# To do
Here are the records. Write out exactly the lines between the one holding "run: (job: PgBoss.JobWithMetadata<T>, ctx: JobContext)" and the one holding "const g = globalThis", inclusive.

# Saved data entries
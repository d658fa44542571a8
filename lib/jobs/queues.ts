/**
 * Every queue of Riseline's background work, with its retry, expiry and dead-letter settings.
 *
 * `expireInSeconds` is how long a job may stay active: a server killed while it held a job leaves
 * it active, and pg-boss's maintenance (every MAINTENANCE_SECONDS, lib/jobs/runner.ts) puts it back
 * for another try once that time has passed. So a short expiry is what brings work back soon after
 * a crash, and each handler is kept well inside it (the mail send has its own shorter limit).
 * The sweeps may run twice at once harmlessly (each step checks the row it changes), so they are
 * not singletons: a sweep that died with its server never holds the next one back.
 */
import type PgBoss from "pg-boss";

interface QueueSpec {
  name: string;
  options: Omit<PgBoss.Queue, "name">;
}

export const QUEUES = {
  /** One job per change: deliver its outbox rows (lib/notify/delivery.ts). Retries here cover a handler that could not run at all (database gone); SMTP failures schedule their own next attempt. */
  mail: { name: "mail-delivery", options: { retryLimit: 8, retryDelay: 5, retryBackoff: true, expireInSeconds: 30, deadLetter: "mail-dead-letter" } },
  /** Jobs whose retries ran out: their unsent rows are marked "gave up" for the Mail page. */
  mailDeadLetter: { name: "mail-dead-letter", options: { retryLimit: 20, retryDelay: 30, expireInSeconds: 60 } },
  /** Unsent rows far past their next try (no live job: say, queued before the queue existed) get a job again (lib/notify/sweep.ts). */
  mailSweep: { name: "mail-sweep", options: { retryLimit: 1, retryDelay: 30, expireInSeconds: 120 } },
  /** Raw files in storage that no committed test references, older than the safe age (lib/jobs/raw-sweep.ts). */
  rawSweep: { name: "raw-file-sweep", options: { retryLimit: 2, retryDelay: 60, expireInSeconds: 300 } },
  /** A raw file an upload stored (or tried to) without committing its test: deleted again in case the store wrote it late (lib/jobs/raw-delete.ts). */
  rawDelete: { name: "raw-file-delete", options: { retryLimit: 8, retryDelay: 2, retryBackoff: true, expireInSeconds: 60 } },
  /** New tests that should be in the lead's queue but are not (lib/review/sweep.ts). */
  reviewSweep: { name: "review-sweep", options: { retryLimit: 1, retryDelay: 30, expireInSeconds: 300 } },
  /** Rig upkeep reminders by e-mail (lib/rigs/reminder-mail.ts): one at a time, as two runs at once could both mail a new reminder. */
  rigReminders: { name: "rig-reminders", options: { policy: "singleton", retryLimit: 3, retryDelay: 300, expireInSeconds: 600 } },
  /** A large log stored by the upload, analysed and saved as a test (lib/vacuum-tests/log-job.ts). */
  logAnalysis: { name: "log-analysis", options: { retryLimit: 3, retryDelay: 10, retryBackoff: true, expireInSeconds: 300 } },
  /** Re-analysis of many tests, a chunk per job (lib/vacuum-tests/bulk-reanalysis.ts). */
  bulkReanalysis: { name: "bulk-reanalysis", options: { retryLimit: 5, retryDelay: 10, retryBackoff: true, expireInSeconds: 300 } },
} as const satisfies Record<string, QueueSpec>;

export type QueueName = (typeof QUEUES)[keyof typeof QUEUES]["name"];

* * *

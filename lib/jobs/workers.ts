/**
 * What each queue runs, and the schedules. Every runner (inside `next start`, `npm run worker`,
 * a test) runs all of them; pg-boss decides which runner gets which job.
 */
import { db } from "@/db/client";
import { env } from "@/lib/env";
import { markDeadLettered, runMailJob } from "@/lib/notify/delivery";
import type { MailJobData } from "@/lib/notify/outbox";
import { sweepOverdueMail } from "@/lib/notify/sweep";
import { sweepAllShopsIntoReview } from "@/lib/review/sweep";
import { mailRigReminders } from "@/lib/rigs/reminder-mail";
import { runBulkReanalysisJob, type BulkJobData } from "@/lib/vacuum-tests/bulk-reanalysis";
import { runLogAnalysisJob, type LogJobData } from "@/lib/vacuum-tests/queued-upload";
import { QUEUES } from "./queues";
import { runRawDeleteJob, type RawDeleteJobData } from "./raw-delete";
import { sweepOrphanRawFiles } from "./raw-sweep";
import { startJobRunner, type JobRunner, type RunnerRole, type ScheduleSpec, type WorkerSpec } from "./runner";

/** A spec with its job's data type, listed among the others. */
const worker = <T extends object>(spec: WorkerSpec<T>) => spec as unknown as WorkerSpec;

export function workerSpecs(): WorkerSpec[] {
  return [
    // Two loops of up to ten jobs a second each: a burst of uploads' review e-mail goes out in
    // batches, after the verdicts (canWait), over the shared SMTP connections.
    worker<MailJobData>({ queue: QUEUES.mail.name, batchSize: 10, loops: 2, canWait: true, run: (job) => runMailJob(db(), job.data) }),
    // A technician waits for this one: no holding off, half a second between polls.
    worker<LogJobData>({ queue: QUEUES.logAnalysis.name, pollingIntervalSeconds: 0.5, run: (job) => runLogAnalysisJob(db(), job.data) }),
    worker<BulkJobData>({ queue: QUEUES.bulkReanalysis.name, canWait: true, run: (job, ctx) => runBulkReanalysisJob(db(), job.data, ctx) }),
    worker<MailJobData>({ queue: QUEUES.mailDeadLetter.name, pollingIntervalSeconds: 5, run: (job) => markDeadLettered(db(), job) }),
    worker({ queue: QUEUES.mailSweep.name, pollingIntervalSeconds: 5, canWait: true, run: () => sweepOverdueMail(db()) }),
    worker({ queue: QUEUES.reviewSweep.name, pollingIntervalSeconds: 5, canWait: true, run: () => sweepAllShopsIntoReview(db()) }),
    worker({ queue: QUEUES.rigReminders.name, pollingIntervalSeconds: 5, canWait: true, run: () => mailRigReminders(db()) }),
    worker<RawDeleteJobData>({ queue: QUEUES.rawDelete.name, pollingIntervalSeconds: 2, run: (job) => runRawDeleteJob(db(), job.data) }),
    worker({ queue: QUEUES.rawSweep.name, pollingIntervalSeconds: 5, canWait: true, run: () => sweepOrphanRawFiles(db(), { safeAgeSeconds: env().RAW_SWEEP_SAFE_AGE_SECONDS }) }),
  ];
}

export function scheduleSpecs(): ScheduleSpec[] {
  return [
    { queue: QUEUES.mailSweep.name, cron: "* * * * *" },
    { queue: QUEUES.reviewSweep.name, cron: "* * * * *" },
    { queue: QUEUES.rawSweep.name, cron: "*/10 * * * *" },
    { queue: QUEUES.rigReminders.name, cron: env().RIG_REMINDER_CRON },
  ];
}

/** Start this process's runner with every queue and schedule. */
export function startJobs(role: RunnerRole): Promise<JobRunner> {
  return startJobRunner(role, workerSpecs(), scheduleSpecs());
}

---

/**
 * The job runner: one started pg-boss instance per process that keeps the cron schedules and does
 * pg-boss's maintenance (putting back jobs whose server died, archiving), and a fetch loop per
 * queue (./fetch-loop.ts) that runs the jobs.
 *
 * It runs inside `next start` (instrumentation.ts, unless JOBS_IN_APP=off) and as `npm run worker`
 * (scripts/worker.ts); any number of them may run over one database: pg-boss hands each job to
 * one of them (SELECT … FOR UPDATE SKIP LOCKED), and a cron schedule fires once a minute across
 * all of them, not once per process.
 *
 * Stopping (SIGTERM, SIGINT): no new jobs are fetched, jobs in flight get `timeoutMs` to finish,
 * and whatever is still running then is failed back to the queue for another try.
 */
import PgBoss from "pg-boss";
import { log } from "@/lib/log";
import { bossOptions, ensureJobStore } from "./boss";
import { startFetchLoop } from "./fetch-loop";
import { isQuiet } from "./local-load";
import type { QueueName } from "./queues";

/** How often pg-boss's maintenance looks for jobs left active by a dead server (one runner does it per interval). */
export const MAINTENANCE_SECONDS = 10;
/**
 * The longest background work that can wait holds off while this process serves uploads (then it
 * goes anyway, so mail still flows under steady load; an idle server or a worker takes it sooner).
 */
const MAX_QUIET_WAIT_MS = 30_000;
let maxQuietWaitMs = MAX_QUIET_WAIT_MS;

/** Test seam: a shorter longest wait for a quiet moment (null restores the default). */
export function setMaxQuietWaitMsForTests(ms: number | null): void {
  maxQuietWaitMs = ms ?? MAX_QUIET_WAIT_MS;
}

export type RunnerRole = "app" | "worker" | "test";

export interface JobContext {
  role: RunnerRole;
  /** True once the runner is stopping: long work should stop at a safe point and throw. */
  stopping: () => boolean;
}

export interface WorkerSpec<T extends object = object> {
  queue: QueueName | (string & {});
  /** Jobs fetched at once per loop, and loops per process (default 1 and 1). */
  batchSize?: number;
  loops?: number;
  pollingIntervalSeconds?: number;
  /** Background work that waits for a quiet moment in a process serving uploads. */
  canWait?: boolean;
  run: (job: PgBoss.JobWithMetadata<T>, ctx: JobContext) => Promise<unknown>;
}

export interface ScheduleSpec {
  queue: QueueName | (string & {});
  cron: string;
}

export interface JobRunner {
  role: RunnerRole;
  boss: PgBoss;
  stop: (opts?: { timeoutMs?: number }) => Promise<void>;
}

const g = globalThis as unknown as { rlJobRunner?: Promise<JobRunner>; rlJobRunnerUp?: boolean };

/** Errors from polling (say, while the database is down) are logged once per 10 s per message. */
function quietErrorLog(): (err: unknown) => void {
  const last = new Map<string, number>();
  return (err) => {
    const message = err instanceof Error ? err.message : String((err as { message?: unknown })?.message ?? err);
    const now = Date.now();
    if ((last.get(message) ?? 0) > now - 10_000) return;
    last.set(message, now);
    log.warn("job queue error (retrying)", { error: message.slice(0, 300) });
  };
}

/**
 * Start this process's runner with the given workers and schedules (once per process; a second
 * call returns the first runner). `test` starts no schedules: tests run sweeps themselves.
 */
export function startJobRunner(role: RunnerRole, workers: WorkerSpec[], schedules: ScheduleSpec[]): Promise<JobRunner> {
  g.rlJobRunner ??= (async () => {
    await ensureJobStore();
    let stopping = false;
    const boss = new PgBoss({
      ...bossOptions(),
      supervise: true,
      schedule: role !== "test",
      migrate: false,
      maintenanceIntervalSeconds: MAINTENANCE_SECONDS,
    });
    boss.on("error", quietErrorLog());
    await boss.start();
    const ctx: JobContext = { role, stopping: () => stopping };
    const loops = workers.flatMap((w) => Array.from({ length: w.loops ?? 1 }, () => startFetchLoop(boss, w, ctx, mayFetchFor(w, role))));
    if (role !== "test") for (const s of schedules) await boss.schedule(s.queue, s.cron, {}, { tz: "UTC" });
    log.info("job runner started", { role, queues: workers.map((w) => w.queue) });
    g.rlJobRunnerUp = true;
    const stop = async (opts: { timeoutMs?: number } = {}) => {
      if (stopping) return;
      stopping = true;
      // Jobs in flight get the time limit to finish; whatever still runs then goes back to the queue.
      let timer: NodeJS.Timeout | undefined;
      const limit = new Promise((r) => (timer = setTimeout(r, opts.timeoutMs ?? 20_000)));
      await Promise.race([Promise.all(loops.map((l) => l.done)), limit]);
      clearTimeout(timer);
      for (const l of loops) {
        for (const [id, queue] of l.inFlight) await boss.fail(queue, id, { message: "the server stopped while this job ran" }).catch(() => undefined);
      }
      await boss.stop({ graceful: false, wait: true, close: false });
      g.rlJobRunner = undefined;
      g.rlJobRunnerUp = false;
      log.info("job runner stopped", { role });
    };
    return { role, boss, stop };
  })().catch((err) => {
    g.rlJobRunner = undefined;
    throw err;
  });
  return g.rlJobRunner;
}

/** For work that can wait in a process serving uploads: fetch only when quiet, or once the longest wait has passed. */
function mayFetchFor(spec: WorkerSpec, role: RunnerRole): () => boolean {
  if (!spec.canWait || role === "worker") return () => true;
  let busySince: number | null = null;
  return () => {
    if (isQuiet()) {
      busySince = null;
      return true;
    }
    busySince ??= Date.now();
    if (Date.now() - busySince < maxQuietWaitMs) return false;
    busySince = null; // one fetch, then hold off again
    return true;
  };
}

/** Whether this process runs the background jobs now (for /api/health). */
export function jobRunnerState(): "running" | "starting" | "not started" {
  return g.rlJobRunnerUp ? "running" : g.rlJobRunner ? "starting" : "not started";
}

# Exercise result
  run: (job: PgBoss.JobWithMetadata<T>, ctx: JobContext) => Promise<unknown>;
}

export interface ScheduleSpec {
  queue: QueueName | (string & {});
  cron: string;
}

export interface JobRunner {
  role: RunnerRole;
  boss: PgBoss;
  stop: (opts?: { timeoutMs?: number }) => Promise<void>;
}

const g = globalThis as unknown as { rlJobRunner?: Promise<JobRunner>; rlJobRunnerUp?: boolean };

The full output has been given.